British Pat. No. 1,413,488 published Nov. 12, 1978 and U.S. Pat. No. 3,673,154 indicate that the presence of iron, chromium, nickel and copper are undesirable contaminants of cobalt, or manganese, or cobalt and manganese oxidation catalyst metals used for the liquid phase oxidation of m- or p-xylene with air to the respective iso- or terephthalic acid.
In the production of those acids from the oxidation of the respective xylenes, the British Patent teaches a method of metal catalyst recovery which, for example, recovers cobalt containing no more than 120 ppm of copper, 1600 ppm of iron, 10,000 ppm of nickel and 10,000 ppm chromium on a weight basis and is said to be suitable for recycle to the oxidation without material inhibition of the foregoing xylene. The method of the British Patent comprises extracting the residue left after iso- or terephthalic acid product separation and removal of reaction solvent (e.g. acetic acid) with aqueous alkali (e.g., sodium) carbonate at a pH of 7-8 in the presence of air or up to 9.5 in the absence of oxygen which would at the higher (8 to 9.5) pH cause the formation of manganese oxide. After removal of aqueous extract solution there remains as a solid residue a mixture of carbonates of iron, manganese and cobalt. Said mixed metal carbonate residue is dissolved in 1.05 to 1.2 times the stoichiometric amount of acetic acid, preferably acetic acid containing 40 to 50 weight percent water, required to convert the metal carbonates to their acetates. Thereafter the solution is heated to distill off acetic acid until a solution pH of from 4.5 to 5.8 is reached at which pH an insoluble form of iron precipitates. Such method is illustrated as recovering 93.8% of cobalt and 97.9% of manganese (in their dissolved acetates in acetic acid) with an iron content of 0.575 ppm of the cobalt recovered from a starting residue (before aqueous sodium carbonate extraction) having an iron content of 14300 ppm of the cobalt content.

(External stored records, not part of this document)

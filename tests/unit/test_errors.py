"""The error tree: types, fields in messages, pickling (common practice, no source)."""

import pickle

import pytest

from vpkit.errors import (
    BadValueError,
    FitError,
    ImpossibleDataError,
    InputError,
    RunFileError,
    UnitError,
    VpkitError,
)


@pytest.mark.parametrize("cls", [RunFileError, BadValueError, UnitError, ImpossibleDataError])
def test_input_errors_carry_the_place(cls):
    err = cls("found x, expected y", file="a.csv", row=7, column="reading", hint="do z")
    assert isinstance(err, InputError) and isinstance(err, ValueError)
    assert isinstance(err, VpkitError)
    text = str(err)
    for part in ("a.csv", "row 7", "reading", "found x", "do z"):
        assert part in text
    back = pickle.loads(pickle.dumps(err))
    assert type(back) is cls and back.row == 7 and str(back) == text


def test_fit_error_carries_counts():
    err = FitError("too few", n_points=2, n_params=3)
    back = pickle.loads(pickle.dumps(err))
    assert back.n_points == 2 and back.n_params == 3 and isinstance(back, ValueError)
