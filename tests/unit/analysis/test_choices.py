"""The one resolver: each choice means the same thing for one run or many.
Expectations are the documented meanings in vpkit.analysis.choices (ours, no source)."""

import numpy as np
import pytest

import vpkit
from tests.conftest import make_run
from vpkit.analysis.choices import Choices, resolve
from vpkit.record.assemble import stack_runs


def _unknown_liquid():
    base = make_run("ethanol")
    entries = tuple((k, vpkit.Entry("pentan-3-ol") if k == "liquid" else e)
                    for k, e in base.entries)
    return base.__class__(entries, base.units, base.bath_temperature, base.reading,
                          base.pressure, base.include, base.reason)


def test_auto_means_reference_where_there_is_one_else_self_consistent():
    s = stack_runs({"w": make_run("water"), "e": make_run("ethanol"), "x": _unknown_liquid()})
    r = resolve(s, Choices())
    assert list(r.vapor_mode) == ["reference", "reference", "fit"]
    assert r.compare_curve[0].label == "IAPWS-95"
    assert r.compare_curve[1].label.startswith("Antoine")
    assert r.compare_curve[2] is None and "no reference equation" in str(r.notices[2][0])
    assert list(resolve(s, Choices(air_from="injected")).vapor_mode) == ["none"] * 3


def test_choices_that_cannot_apply_fail_their_run_only():
    s = stack_runs({"e": make_run("ethanol"), "x": _unknown_liquid()})
    r = resolve(s, Choices(vapor_at_air_reference="reference"))
    assert r.errors[0] is None and "needs a reference equation" in str(r.errors[1])
    r2 = resolve(s, Choices(reference="iapws95"))
    assert "IAPWS-95 describes water" in str(r2.errors[0])


@pytest.mark.parametrize("bad", [dict(weighting="robust"), dict(air_from="guess"),
                                 dict(reference="crc"), dict(bubble_depth=float("nan")),
                                 dict(thresholds={"min_pointz": 3})])
def test_invalid_choices_name_the_option(bad):
    with pytest.raises(vpkit.BadValueError) as info:
        Choices(**bad)
    assert info.value.column == next(iter(bad))


def test_density_from_reference_and_the_cold_reading():
    run = make_run("toluene", (2, 25, 30, 35))
    s = stack_runs([run])
    r = resolve(s, Choices(air_from="cold"))
    assert r.setup.cold_index[0] == 0
    assert r.density[0] == pytest.approx(float(s.scalar["density"][0]))
    assert np.isfinite(r.density).all()


def test_auto_air_method_is_the_first_the_record_supports():
    """Order stated in vpkit.analysis.choices.AUTO_AIR_ORDER: weighing, injected, cold."""
    import dataclasses

    from tests.conftest import cold_record

    full = make_run("ethanol")
    drop = ("room_reading", "mass_before_air", "mass_after_air")
    injected = dataclasses.replace(full, entries=tuple(
        e for e in full.entries if e[0] not in drop) + (("scale_offset",
                                                         vpkit.Entry(0.15, "mL")),))
    capillary = cold_record("ethanol", 4.0)
    s = stack_runs({"full": full, "injected": injected, "capillary": capillary})
    setup = resolve(s, Choices()).setup
    assert list(setup.air_from) == ["weighed", "injected", "cold"]
    many = vpkit.analyze_many([full, injected, capillary])
    assert list(many.summary["air amount from"]) == ["weighed", "injected", "cold"]
    assert (many.summary["status"] == "").all()


@pytest.mark.parametrize("method,supported", [("weighed", "cold"), ("injected", "cold")])
def test_an_explicit_method_the_record_cannot_serve_names_the_one_it_can(method, supported):
    from tests.conftest import cold_record

    with pytest.raises(vpkit.InputError, match=f"air_from='{method}' needs") as err:
        vpkit.analyze(cold_record("ethanol", 4.0, source="capillary.csv"), air_from=method)
    assert f"air_from='{supported}'" in err.value.hint and err.value.file == "capillary.csv"
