"""Array primitives (vpkit.arrays): sums in index order, so padding never changes a run's numbers.

Expected values: Python's own left-to-right float sums and numpy's matmul."""

import numpy as np
import pytest

from vpkit.arrays import pmatmul, psum

rng = np.random.default_rng(3)


def test_running_sum_ignores_trailing_padding():
    x = rng.normal(size=(4, 7)) * 10.0 ** rng.integers(-8, 8, (4, 7))
    padded = np.concatenate([x, np.zeros((4, 9))], axis=1)
    np.testing.assert_array_equal(psum(x), psum(padded))
    expected = np.array([sum(float(v) for v in row) for row in x])  # left to right
    np.testing.assert_array_equal(psum(x), expected)


@pytest.mark.parametrize("shape", [(3, 4, 2), (2, 5, 3)])
def test_ordered_matmul(shape):
    A = rng.normal(size=shape)
    B = rng.normal(size=(shape[0], shape[2], 4))
    np.testing.assert_allclose(pmatmul(A, B), A @ B, rtol=1e-12)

The above United States Patents heats to 93.degree. C. a residue containing acetic acid, 0.58 to 1.7 weight percent cobalt, 84 to 270 ppm of iron, 16 to 51 ppm of chromium, 13 to 40 ppm of nickel and acetic acid to evaporate acetic acid until the concentrated solution has a pH above 3. Such concentration causes a form of iron and a form of chromium to precipitate to the extent that 97% of the iron and 65% of the chromium are removed. However, this method did not remove nickel.

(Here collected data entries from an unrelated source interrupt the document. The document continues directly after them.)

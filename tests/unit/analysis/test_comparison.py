"""Comparison with a published curve (vpkit.analysis.comparison)."""


import numpy as np

from vpkit.analysis.comparison import compare_to_reference
from vpkit.physics.curves import antoine_curve


def test_comparison_warns_outside_validity():
    c = antoine_curve("1-butanol")  # valid from 310.18 K
    T = np.array([300.0, 320.0, 340.0])
    cmp = compare_to_reference(c, T, c.p(T) * 1.01, [True] * 3, 320.0)
    np.testing.assert_allclose(cmp.deviation_percent, 1.0, rtol=1e-9)
    assert cmp.outside == (0,) and cmp.warnings
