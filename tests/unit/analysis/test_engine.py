"""The one analysis path: frozen results, warning classes, one run's trouble kept to itself.

Expectations are behaviour we promise (common practice, no source); numbers are
checked against published curves in tests/reference.
"""

import dataclasses
import warnings

import numpy as np
import pytest

import vpkit
from tests.conftest import make_run
from vpkit import errors as E
from vpkit.analysis.choices import Choices
from vpkit.analysis.engine import analyze_stack
from vpkit.physics.simulate import NOISE
from vpkit.record.assemble import stack_runs


def _arrays(obj, seen, path="", depth=0):
    """Every numpy array reachable from obj's fields and properties (depth-limited)."""
    if id(obj) in seen or depth > 4:
        return
    seen.add(id(obj))
    if isinstance(obj, np.ndarray):
        yield path, obj
        return
    if isinstance(obj, (str, bytes, int, float, type(None))):
        return
    if isinstance(obj, dict) or hasattr(obj, "keys") and hasattr(obj, "__getitem__"):
        for k in list(obj.keys()):
            yield from _arrays(obj[k], seen, f"{path}[{k!r}]", depth + 1)
        return
    if isinstance(obj, (tuple, list)):
        for i, v in enumerate(obj[:5]):
            yield from _arrays(v, seen, f"{path}[{i}]", depth + 1)
        return
    names = [f.name for f in dataclasses.fields(obj)] if dataclasses.is_dataclass(obj) else []
    names += [n for n, v in vars(type(obj)).items() if isinstance(v, property)]
    for name in names:
        if name.startswith("_"):
            continue
        try:
            value = getattr(obj, name)
        except Exception:  # noqa: BLE001 - a property that needs data the run lacks
            continue
        yield from _arrays(value, seen, f"{path}.{name}", depth + 1)


def test_writing_into_any_array_of_a_result_raises():
    a = vpkit.analyze(make_run("ethanol", noise=NOISE, rng=np.random.default_rng(1)),
                      warn=False)
    found = []
    for name, obj in (("analysis", a), ("fit", a.fit), ("comparison", a.comparison),
                      ("inputs", a.inputs), ("setup", a.setup), ("si", a.si),
                      ("result", a.result), ("resolved", a.result.resolved),
                      ("stack", a.result.stack), ("stackfit", a.result.fit)):
        found += list(_arrays(obj, set(), name))
    names = {p for p, _ in found}
    for must in ("analysis.T", "analysis.p_vap", "analysis.cov_ln_p", "fit.params", "fit.cov",
                 "analysis.jacobian", "inputs.sigma"):
        assert must in names, must
    assert len(found) > 40
    for path, arr in found:
        if arr.size == 0:
            continue
        with pytest.raises(ValueError, match="read-only"):
            arr.flat[0] = arr.flat[0]
            pytest.fail(f"{path} is writable")
    with pytest.raises(TypeError):
        a.result.point_flags["p_low"] = None


def test_the_old_loophole_is_closed():
    """Writing a parameter once changed a.fit.p(330) while a.enthalpy kept the old value."""
    a = vpkit.analyze(make_run("ethanol"), warn=False)
    with pytest.raises(ValueError):
        a.fit.params[1] *= 1.01


CASES = [
    ("extrapolation", make_run("water", (25, 30, 35, 40, 45, 50, 55, 60)), {},
     E.ExtrapolationWarning, "beyond the highest point"),
    ("ill-conditioned", make_run("ethanol", (25, 30, 35, 40, 45), noise=NOISE,
                                 rng=np.random.default_rng(5)), {"model": "antoine"},
     E.IllConditionedWarning, "ill-conditioned"),
    ("few points", make_run("ethanol", (30, 40, 50)), {}, E.IllConditionedWarning,
     "only 3 points used"),
    ("no reference", None, {}, E.ReferenceRangeWarning, "no reference equation"),
]


@pytest.mark.parametrize("case", CASES, ids=[c[0] for c in CASES])
def test_warnings_are_classes_users_can_filter(case):
    _, run, options, category, fragment = case
    if run is None:  # a liquid vpkit has no equation for, with a measured density
        base = make_run("ethanol")
        entries = tuple((k, vpkit.Entry("pentan-3-ol") if k == "liquid" else e)
                        for k, e in base.entries)
        run = base.__class__(entries, base.units, base.bath_temperature, base.reading,
                             base.pressure, base.include, base.reason)
    with pytest.warns(category, match=fragment):
        a = vpkit.analyze(run, **options)
    notice = next(w for w in a.warnings if fragment in w)
    assert notice.category is category and issubclass(category, E.VpkitWarning)
    with warnings.catch_warnings():
        warnings.simplefilter("error")
        warnings.simplefilter("ignore", category)
        for other in {w.category for w in a.warnings} - {category}:
            warnings.simplefilter("ignore", other)
        vpkit.analyze(run, **options)


def test_one_runs_trouble_stays_with_that_run():
    good = make_run("ethanol")
    bad = make_run("toluene", (30.0,))
    res = analyze_stack(stack_runs({"good": good, "bad": bad}), Choices())
    assert res.errors[0] is None
    assert isinstance(res.errors[1], vpkit.FitError) and "got 1" in str(res.errors[1])
    assert np.isfinite(res.enthalpy[0]) and np.isnan(res.enthalpy[1])
    alone = analyze_stack(stack_runs({"good": good}), Choices())
    assert res.enthalpy[0] == alone.enthalpy[0]


def test_requested_and_automatic_exclusions_are_kept_apart():
    run = make_run("toluene", (2, 25, 30, 35, 40, 45, 50, 55))
    a = vpkit.analyze(run, air_from="cold", exclude={3: "stirrer stopped"}, warn=False)
    assert not a.include[0] and "cold reference" in a.reasons[0]
    assert not a.include[3] and a.reasons[3] == "stirrer stopped"
    assert a.result.requested_include[0, 0] and not a.result.requested_include[0, 3]


def _entries(run, drop=(), **new):
    kept = tuple((k, e) for k, e in run.entries if k not in drop and k not in new)
    return dataclasses.replace(run, entries=kept + tuple(new.items()))


def test_room_head_and_tube_bore_recover_the_curve_and_are_propagated():
    """Water runs simulated with a 5 cm head at the room reading and a 5 mm bore
    reduce back to IAPWS-95 exactly; ignoring the quantities biases ΔH_vap (METHOD 2.2);
    their uncertainties widen u(ΔH_vap)."""
    curve = vpkit.reference_curve("water")
    run = make_run("water", depth=0.05, bore=0.005)
    a = vpkit.analyze(run, warn=False)
    np.testing.assert_allclose(a.p_vap, curve.p(a.T), rtol=1e-12)
    lost = vpkit.analyze(_entries(run, drop=("tube_bore",)), warn=False)
    shift = (lost.enthalpy.nominal_value - a.enthalpy.nominal_value) / 1e3
    assert -2.5 < shift < -1.5  # the head at the room reading dominates (about -1.8 kJ/mol)
    cols = a.inputs.names
    assert a.inputs.sigma[cols.index("bore")] > 0
    assert a.inputs.sigma[cols.index("room_depth")] == 0  # taken from bubble_depth
    wide = vpkit.analyze(_entries(run, tube_bore=vpkit.Entry(5.0, "mm", 1.0)), warn=False)
    assert wide.enthalpy.std_dev > a.enthalpy.std_dev


def test_humidity_of_injected_air_for_water_and_for_hexane():
    """Injected air at 60 % RH: its moisture joins the water vapor (dry air counted);
    over hexane it stays in the gas and counts as air (no change)."""
    iapws = pytest.importorskip("iapws")
    run = make_run("water")
    e = dict(run.entries)
    T_room = 294.15
    p_w = iapws.IAPWS95(T=T_room, x=0).P * 1e6
    V_dry = e["injected_air_volume"].value  # mL of dry air at P_bar (simulated)
    P_bar = e["barometric_pressure"].value * 1e3
    V_wet = V_dry * P_bar / (P_bar - 0.6 * p_w)  # the same dry air, injected at 60 % RH
    wet = _entries(run, injected_air_volume=vpkit.Entry(V_wet, "mL"),
                   injected_air_humidity=vpkit.Entry(60.0, "%"))
    a = vpkit.analyze(wet, air_from="injected", warn=False)
    dry = vpkit.analyze(run, air_from="injected", warn=False)
    assert a.n_air == pytest.approx(dry.n_air, rel=1e-12)
    np.testing.assert_allclose(a.p_vap, dry.p_vap, rtol=1e-12)
    assert a.enthalpy.std_dev > dry.enthalpy.std_dev  # u(RH) = 5 % RH is propagated
    ignored = vpkit.analyze(_entries(wet, drop=("injected_air_humidity",)), air_from="injected",
                            warn=False)
    assert (ignored.enthalpy.nominal_value - a.enthalpy.nominal_value) / 1e3 > 1.0
    hexane = make_run("hexane", t_c=(20, 25, 30, 35, 40, 45, 50))
    h0 = vpkit.analyze(hexane, air_from="injected", warn=False)
    h1 = vpkit.analyze(_entries(hexane, injected_air_humidity=vpkit.Entry(60.0, "%")),
                       air_from="injected", warn=False)
    assert h1.enthalpy.nominal_value == h0.enthalpy.nominal_value


def test_a_bubble_beyond_the_tube_capacity_is_named():
    run = make_run("ethanol")
    a = vpkit.analyze(_entries(run, tube_capacity=vpkit.Entry(2.5, "mL")), warn=False)
    hit = [w for w in a.warnings if "capacity" in w]
    assert hit and "2.500 mL" in hit[0] and "60.00 °C" in hit[0]
    assert "beyond tube capacity" in a.results()["flags"][0]
    roomy = vpkit.analyze(_entries(run, tube_capacity=vpkit.Entry(10.0, "mL")), warn=False)
    assert not [w for w in roomy.warnings if "capacity" in w]


@pytest.mark.parametrize("weighting", ["gls", "weighted", "ordinary"])
@pytest.mark.parametrize("air_from,vap", [("weighed", "reference"), ("weighed", "fit"),
                                          ("cold", "fit"), ("cold", "reference"),
                                          ("injected", "auto")])
def test_T_m_lies_inside_the_points_used(weighting, air_from, vap):
    """ΔH_vap refers to a temperature inside the data (issue "newcomer"): a 6-point
    cyclohexane run over 20-60 degC with p_vap at the air reference solved with the fit
    once stated T_m = 336 K. Where the weights alone would put it outside, the warning
    says so with the number."""
    import numpy as np

    import vpkit
    from vpkit.physics.simulate import NOISE

    rng = np.random.default_rng(17)
    for k in range(6):
        t = (2.0,) if air_from == "cold" else ()
        run = make_run("cyclohexane", t + (20, 28, 36, 44, 52, 60), noise=NOISE, rng=rng)
        a = vpkit.analyze(run, weighting=weighting, air_from=air_from,
                          vapor_at_air_reference=vap, warn=False)
        used = a.T[a.include]
        assert used.min() - 1e-9 <= a.T_m <= used.max() + 1e-9, (k, a.T_m, used)
        Tw = a.result.fit.T_m_weights[0]
        if not used.min() <= Tw <= used.max():
            assert any("outside the points used" in w for w in a.warnings)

Recently in our laboratories, it has been found that in the neat oxidation of liquid o-xylene to o-phthalic acid can be inhibited by copper, or iron, or nickel in rather low amounts based on the cobalt metal oxidation catalyst. The oxidation retarding effects of said three metals in concentrations per million weight parts (ppm) of cobalt are shown in TABLE I to follow. The retardation effect is shown as mole percent of theoretical oxygen consumed.

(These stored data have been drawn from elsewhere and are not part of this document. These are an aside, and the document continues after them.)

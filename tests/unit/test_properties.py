"""Property-based tests (hypothesis). Example counts are set per test below and
reported in the issue's closing note."""

import copy

import numpy as np
import pandas as pd
from hypothesis import HealthCheck, given, settings
from hypothesis import strategies as st

import vpkit
from vpkit.errors import VpkitError
from vpkit.physics.curves import antoine_curve
from vpkit.physics.liquids import liquid_density, liquids
from vpkit.physics.simulate import simulate_run
from vpkit.record import run_in_si


def examples(n):
    return settings(max_examples=n, deadline=None,
                    suppress_health_check=[HealthCheck.too_slow, HealthCheck.filter_too_much])


@examples(1000)
@given(st.binary(max_size=600))
def test_any_bytes_raise_only_vpkit_errors(data):
    try:
        run = vpkit.parse_run(data, source="fuzz.csv")
        run_in_si(run)
    except VpkitError:
        pass


LINES = st.sampled_from([
    "[run]", "[readings]", "quantity,value,unit,uncertainty", "liquid,water,,",
    "barometric_pressure,100,kPa,", "room_temperature,21,degC,", "room_reading,2,mL,",
    "mass_before_air,30,g,", "mass_after_air,28,g,", "scale_offset,0.1,mL,",
    "bath_temperature [degC],reading [mL],include,reason", "25,2.1,yes,", "40,2.4,no,x",
    "50,2.9,,", "30,abc,yes,", "25,2.1,yes,a,b", "", "# comment", "x,y", ";;", "60;3,1",
])


@examples(1000)
@given(st.lists(LINES, max_size=16))
def test_structured_garbage_raises_only_vpkit_errors(lines):
    """Near-valid files (shuffled real lines) load or fail with vpkit's own errors."""
    try:
        run = vpkit.parse_run("\n".join(lines), source="fuzz.csv")
        vpkit.analyze(run, warn=False)
    except VpkitError:
        pass


@st.composite
def valid_runs(draw):
    liquid = draw(st.sampled_from(liquids()))
    curve = antoine_curve(liquid)
    T_room = draw(st.floats(288.0, 298.0))
    Tb = curve.boiling_point()
    lo, hi = T_room + 2.0, min(Tb - 12.0, T_room + 55.0)
    n = draw(st.integers(3, 10))
    T = np.sort(draw(st.lists(st.floats(lo, hi), min_size=n, max_size=n,
                              unique_by=lambda t: round(t, 1))))
    depth = draw(st.one_of(st.none(), st.floats(0.0, 0.12)))
    run = simulate_run(curve.p, T, liquid=liquid, T_room=T_room,
                       P_bar=draw(st.floats(80e3, 105e3)), V_room=draw(st.floats(0.5e-6, 5e-6)),
                       offset=draw(st.floats(0.0, 0.5e-6)), depth=depth,
                       direction=draw(st.sampled_from([1, -1])),
                       density=float(liquid_density(liquid, T_room)))
    if run.n_points and min(run.reading) < 0:  # an open-end scale needs a larger offset
        run = simulate_run(curve.p, T, liquid=liquid, T_room=T_room, offset=12e-6,
                           direction=-1, density=float(liquid_density(liquid, T_room)))
    return run, curve


@examples(150)
@given(valid_runs())
def test_valid_runs_reduce_to_finite_pressures(case):
    run, curve = case
    a = vpkit.analyze(run, warn=False, reference="antoine")  # p_ref from the same curve
    assert np.all(np.isfinite(a.p_vap)) and np.all(a.p_vap > 0)
    np.testing.assert_allclose(a.p_vap, curve.p(a.T), rtol=1e-8)
    assert np.isfinite(a.enthalpy.nominal_value) and a.enthalpy.std_dev > 0


@examples(100)
@given(valid_runs(), st.data())
def test_exclude_then_reinclude_is_identical(case, data):
    run, _ = case
    k = data.draw(st.integers(0, run.n_points - 1))
    first = vpkit.analyze(run, warn=False)
    flipped = run.with_include([i != k for i in range(run.n_points)])
    try:
        vpkit.analyze(flipped, warn=False)
    except VpkitError:
        pass
    back = flipped.with_include(run.include, run.reason)
    again = vpkit.analyze(back, warn=False)
    assert again.enthalpy.nominal_value == first.enthalpy.nominal_value
    assert again.enthalpy.std_dev == first.enthalpy.std_dev
    assert np.array_equal(again.p_vap, first.p_vap)


@examples(100)
@given(valid_runs(), st.sampled_from(["clausius_clapeyron", "constant_dcp"]))
def test_analysis_never_mutates_its_input(case, model):
    run, _ = case
    df = run.to_frame()
    df_copy = df.copy(deep=True)
    meta = dict(run.entries)
    from_df = vpkit.Run.from_frame(df, **meta)
    snapshot = copy.deepcopy(from_df)
    run_snapshot = copy.deepcopy(run)
    try:
        vpkit.analyze(from_df, model=model, exclude=[0], warn=False)
        vpkit.analyze(run, model=model, warn=False).points()
    except VpkitError:
        pass
    assert from_df == snapshot and run == run_snapshot
    pd.testing.assert_frame_equal(df, df_copy)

TABLE 1 ______________________________________ o-XYLENE OXIDATION RETARDING EFFECT OF Cu, Fe and Ni Metals Concentration in parts Mole % Theoretical per 1 .times. 10.sup.6 parts of Co Oxygen Consumed ______________________________________ Cu, 80 ppm 113 Cu, 800 ppm 67 Cu, 8000 ppm 65 Cu, 9100 ppm 42 Cu, 80,000 ppm 28 Fe, 500 ppm 116 Fe, 5000 ppm 103 Fe, 50,000 ppm 70 Ni, 6700 ppm 112 Ni, 67,000 ppm 68 ______________________________________
Thus for such neat oxidation of liquid o-xylene with air there should not be present in the original or recycle catalyst an amount of copper in the range of from 80 up to 8000, or of iron in the range of from 5000 up to 50,000, and/or of nickel in the range of from 6700 up to 67,000 weight parts per million weight parts of cobalt.
The problem left by the prior art is how to remove the nickel to the safe level of about 6700 ppm, that is, a nickel content of not more than 6700 ppm of the cobalt and to remove the copper to a safe level of about 80 ppm, that is, not more than 100 ppm, preferably not more than 80 ppm, of the cobalt.